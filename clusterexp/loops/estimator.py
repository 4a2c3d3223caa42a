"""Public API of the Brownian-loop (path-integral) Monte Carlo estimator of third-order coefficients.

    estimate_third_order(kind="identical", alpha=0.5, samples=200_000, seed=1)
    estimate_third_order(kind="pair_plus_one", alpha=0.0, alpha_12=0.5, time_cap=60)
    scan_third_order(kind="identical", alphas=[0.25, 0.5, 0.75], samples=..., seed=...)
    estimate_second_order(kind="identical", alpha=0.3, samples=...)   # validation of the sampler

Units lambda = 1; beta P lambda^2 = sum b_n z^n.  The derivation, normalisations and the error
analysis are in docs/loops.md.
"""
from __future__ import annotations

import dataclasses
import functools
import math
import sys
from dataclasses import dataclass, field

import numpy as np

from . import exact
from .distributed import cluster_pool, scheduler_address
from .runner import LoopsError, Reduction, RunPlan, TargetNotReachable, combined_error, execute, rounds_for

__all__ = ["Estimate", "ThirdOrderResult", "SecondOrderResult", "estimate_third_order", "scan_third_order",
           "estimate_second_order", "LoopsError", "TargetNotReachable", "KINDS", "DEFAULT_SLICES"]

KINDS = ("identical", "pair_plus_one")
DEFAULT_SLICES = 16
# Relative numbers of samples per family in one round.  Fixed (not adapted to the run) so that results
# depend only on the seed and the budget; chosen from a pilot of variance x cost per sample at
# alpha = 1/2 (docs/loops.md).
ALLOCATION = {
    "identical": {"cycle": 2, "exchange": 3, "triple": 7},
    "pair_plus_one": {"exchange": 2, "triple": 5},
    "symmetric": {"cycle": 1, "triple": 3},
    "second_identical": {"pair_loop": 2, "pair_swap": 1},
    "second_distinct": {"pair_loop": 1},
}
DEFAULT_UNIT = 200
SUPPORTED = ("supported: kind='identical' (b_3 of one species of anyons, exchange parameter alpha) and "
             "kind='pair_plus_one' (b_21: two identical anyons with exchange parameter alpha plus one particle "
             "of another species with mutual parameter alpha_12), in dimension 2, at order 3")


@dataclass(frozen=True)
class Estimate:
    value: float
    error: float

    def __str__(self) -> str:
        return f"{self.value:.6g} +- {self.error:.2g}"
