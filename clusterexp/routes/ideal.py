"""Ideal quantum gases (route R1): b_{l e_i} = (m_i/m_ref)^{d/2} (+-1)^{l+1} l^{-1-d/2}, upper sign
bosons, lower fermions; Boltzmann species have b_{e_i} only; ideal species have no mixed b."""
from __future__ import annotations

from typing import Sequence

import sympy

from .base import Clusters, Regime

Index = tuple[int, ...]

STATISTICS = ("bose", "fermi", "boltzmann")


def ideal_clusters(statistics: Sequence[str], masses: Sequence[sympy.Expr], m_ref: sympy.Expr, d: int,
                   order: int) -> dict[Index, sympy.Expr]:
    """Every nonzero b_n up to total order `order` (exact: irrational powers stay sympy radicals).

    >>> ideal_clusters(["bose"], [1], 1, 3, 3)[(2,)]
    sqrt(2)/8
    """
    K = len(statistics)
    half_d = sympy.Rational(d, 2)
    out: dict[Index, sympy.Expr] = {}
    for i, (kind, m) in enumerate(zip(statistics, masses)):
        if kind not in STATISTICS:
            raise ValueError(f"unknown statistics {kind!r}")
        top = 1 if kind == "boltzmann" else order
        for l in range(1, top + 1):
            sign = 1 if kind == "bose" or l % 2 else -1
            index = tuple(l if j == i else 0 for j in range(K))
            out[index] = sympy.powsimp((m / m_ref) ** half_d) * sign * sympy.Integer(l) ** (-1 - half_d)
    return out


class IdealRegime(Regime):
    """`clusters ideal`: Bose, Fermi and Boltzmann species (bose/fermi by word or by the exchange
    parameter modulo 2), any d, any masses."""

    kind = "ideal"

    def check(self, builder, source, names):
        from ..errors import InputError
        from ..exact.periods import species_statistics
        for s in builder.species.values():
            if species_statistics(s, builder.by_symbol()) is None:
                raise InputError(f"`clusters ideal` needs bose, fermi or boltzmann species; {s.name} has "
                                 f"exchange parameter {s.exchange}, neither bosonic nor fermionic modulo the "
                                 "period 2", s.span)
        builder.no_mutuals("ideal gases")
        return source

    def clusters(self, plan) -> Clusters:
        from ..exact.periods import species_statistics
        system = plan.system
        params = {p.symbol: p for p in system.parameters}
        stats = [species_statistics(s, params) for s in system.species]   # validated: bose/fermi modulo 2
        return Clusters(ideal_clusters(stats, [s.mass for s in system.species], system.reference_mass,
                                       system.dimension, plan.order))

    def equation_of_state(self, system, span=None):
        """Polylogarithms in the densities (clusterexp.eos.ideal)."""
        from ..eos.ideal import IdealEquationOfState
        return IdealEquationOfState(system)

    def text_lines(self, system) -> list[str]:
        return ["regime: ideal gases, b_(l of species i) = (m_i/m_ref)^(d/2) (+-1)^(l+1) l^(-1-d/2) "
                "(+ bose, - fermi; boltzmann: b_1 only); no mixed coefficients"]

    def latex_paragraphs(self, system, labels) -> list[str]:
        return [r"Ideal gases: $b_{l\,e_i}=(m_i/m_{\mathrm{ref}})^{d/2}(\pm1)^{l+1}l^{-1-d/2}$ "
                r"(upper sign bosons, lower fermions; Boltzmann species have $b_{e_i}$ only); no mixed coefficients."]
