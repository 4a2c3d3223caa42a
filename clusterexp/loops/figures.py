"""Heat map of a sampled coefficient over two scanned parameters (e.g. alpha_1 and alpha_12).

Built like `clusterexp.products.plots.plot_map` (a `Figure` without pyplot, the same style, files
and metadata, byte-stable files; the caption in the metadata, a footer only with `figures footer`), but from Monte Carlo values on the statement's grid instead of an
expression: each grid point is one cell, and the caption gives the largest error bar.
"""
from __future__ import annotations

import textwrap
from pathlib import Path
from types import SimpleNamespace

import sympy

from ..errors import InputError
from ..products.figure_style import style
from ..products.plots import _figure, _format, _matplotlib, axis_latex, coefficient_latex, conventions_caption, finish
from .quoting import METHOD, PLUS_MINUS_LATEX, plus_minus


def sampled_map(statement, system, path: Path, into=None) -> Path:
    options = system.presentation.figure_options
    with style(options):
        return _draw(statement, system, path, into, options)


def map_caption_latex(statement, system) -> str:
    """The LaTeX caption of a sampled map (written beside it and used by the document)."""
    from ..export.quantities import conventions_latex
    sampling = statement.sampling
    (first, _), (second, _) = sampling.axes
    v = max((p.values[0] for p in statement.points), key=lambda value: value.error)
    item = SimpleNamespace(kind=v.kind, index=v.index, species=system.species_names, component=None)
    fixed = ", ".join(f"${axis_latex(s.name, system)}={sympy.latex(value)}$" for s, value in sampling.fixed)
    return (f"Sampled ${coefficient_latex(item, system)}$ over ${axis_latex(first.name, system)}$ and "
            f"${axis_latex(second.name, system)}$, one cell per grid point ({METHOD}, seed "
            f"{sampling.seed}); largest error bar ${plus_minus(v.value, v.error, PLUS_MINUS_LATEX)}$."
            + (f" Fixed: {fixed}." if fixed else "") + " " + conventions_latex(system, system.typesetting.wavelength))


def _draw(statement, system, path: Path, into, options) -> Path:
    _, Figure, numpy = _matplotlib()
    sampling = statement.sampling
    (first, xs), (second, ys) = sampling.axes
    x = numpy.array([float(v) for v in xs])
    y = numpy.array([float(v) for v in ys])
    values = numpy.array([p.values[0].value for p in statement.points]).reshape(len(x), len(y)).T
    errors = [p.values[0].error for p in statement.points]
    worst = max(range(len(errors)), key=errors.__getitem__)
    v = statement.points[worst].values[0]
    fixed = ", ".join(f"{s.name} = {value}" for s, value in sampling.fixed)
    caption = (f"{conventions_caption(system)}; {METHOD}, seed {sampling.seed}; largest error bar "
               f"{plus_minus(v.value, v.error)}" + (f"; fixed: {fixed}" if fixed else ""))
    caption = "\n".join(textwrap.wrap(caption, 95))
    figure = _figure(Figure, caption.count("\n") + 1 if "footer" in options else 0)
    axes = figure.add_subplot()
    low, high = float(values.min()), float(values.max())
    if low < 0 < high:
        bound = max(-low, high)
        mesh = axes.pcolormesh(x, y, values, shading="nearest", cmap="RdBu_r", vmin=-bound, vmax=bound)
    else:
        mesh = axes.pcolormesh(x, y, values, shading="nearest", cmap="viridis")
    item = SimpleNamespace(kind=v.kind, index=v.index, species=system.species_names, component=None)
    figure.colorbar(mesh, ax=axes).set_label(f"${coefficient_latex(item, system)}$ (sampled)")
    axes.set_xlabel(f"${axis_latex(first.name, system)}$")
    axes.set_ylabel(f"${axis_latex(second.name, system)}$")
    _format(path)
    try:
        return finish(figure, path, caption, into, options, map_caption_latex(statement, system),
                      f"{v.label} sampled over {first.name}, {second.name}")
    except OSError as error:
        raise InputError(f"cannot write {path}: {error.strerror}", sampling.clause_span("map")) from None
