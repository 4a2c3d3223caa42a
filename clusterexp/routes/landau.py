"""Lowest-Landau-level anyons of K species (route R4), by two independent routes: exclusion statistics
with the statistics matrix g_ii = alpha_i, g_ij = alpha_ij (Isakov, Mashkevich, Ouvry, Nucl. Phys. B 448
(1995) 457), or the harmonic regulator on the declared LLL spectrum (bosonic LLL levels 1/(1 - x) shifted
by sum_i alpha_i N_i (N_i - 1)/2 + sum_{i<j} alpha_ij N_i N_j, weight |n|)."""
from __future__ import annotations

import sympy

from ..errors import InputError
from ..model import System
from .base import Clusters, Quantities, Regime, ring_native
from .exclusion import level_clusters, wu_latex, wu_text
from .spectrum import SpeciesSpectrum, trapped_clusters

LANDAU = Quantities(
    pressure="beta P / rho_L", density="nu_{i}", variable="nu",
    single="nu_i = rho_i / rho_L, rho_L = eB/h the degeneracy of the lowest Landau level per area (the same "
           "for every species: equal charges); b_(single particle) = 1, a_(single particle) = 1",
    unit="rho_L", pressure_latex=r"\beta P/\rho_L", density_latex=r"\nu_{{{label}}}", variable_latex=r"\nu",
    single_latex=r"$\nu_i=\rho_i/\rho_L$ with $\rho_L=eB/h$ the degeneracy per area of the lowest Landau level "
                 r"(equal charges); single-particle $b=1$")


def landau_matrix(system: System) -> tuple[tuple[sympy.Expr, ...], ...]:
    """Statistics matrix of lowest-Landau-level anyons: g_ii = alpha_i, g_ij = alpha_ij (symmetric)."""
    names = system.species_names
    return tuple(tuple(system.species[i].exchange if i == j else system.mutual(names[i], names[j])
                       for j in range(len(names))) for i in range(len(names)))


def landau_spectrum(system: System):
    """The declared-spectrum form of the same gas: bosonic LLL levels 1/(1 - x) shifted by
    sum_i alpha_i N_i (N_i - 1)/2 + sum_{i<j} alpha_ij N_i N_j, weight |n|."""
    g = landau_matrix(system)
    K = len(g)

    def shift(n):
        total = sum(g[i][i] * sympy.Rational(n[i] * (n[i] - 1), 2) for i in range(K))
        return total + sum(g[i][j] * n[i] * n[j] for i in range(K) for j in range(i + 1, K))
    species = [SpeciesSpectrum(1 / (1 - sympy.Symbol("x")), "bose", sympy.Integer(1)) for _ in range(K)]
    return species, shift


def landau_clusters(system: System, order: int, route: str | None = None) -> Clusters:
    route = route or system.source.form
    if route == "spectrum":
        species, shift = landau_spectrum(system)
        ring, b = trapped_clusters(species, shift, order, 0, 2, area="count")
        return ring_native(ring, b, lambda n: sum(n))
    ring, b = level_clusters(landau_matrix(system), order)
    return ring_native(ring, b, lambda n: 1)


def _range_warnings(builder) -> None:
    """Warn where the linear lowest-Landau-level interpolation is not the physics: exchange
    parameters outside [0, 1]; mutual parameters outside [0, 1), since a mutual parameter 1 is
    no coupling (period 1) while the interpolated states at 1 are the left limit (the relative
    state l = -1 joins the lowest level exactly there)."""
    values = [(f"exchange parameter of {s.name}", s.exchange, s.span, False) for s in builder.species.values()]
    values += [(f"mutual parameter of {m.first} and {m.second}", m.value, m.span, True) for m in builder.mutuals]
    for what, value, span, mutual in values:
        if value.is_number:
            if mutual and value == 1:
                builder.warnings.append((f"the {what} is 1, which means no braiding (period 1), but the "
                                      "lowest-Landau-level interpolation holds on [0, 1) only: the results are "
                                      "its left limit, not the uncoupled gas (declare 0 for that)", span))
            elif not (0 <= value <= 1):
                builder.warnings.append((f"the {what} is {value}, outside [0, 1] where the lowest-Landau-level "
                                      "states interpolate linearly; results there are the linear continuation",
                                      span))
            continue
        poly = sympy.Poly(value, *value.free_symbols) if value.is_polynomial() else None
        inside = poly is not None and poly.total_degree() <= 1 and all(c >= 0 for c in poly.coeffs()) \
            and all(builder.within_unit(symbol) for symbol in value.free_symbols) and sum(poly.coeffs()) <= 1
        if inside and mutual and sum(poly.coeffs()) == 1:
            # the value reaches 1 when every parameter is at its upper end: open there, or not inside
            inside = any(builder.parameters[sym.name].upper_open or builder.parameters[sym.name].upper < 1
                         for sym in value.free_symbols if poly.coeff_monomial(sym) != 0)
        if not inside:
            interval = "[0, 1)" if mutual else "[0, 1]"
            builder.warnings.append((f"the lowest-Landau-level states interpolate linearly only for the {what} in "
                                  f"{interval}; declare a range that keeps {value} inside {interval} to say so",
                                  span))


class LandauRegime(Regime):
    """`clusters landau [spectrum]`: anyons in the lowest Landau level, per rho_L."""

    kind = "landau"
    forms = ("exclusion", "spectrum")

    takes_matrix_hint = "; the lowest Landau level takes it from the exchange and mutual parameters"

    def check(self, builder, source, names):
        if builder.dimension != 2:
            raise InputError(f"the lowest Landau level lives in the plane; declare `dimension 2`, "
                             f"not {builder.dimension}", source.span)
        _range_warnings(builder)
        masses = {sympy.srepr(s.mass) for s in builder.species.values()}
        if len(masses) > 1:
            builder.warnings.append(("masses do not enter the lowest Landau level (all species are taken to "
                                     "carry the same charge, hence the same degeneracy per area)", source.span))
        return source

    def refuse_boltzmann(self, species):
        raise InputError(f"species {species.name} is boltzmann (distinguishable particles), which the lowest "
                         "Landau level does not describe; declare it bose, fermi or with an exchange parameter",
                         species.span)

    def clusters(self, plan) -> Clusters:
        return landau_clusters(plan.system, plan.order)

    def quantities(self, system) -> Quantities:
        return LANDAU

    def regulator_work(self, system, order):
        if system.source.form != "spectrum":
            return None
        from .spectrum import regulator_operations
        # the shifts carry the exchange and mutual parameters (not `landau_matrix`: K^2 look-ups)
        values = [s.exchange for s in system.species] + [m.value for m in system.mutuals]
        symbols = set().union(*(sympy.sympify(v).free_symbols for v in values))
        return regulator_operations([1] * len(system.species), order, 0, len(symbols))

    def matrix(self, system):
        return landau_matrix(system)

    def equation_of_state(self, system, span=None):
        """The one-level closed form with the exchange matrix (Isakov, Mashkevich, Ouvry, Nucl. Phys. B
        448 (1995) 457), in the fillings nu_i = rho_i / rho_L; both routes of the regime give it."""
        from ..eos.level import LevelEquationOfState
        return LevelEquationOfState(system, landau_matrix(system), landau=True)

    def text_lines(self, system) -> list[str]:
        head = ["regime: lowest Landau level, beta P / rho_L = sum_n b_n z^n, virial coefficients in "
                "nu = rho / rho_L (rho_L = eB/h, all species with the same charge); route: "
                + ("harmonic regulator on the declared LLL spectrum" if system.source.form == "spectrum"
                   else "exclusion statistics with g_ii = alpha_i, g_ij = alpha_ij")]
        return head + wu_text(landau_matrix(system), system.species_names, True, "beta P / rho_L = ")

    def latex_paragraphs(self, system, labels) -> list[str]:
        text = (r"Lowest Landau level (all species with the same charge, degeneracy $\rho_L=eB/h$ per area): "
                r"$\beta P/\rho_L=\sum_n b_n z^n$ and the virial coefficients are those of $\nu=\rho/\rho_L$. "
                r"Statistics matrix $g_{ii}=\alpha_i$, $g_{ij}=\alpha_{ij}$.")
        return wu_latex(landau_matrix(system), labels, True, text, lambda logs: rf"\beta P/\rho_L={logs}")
□ □ □
> Work to be completed: Identify the lines of the data that contain the word "append". Copy each of them.

> Problem solution:
                builder.warnings.append((f"the {what} is 1, which means no braiding (period 1), but the "
                builder.warnings.append((f"the {what} is {value}, outside [0, 1] where the lowest-Landau-level "
            builder.warnings.append((f"the lowest-Landau-level states interpolate linearly only for the {what} in "
            builder.warnings.append(("masses do not enter the lowest Landau level (all species are taken to "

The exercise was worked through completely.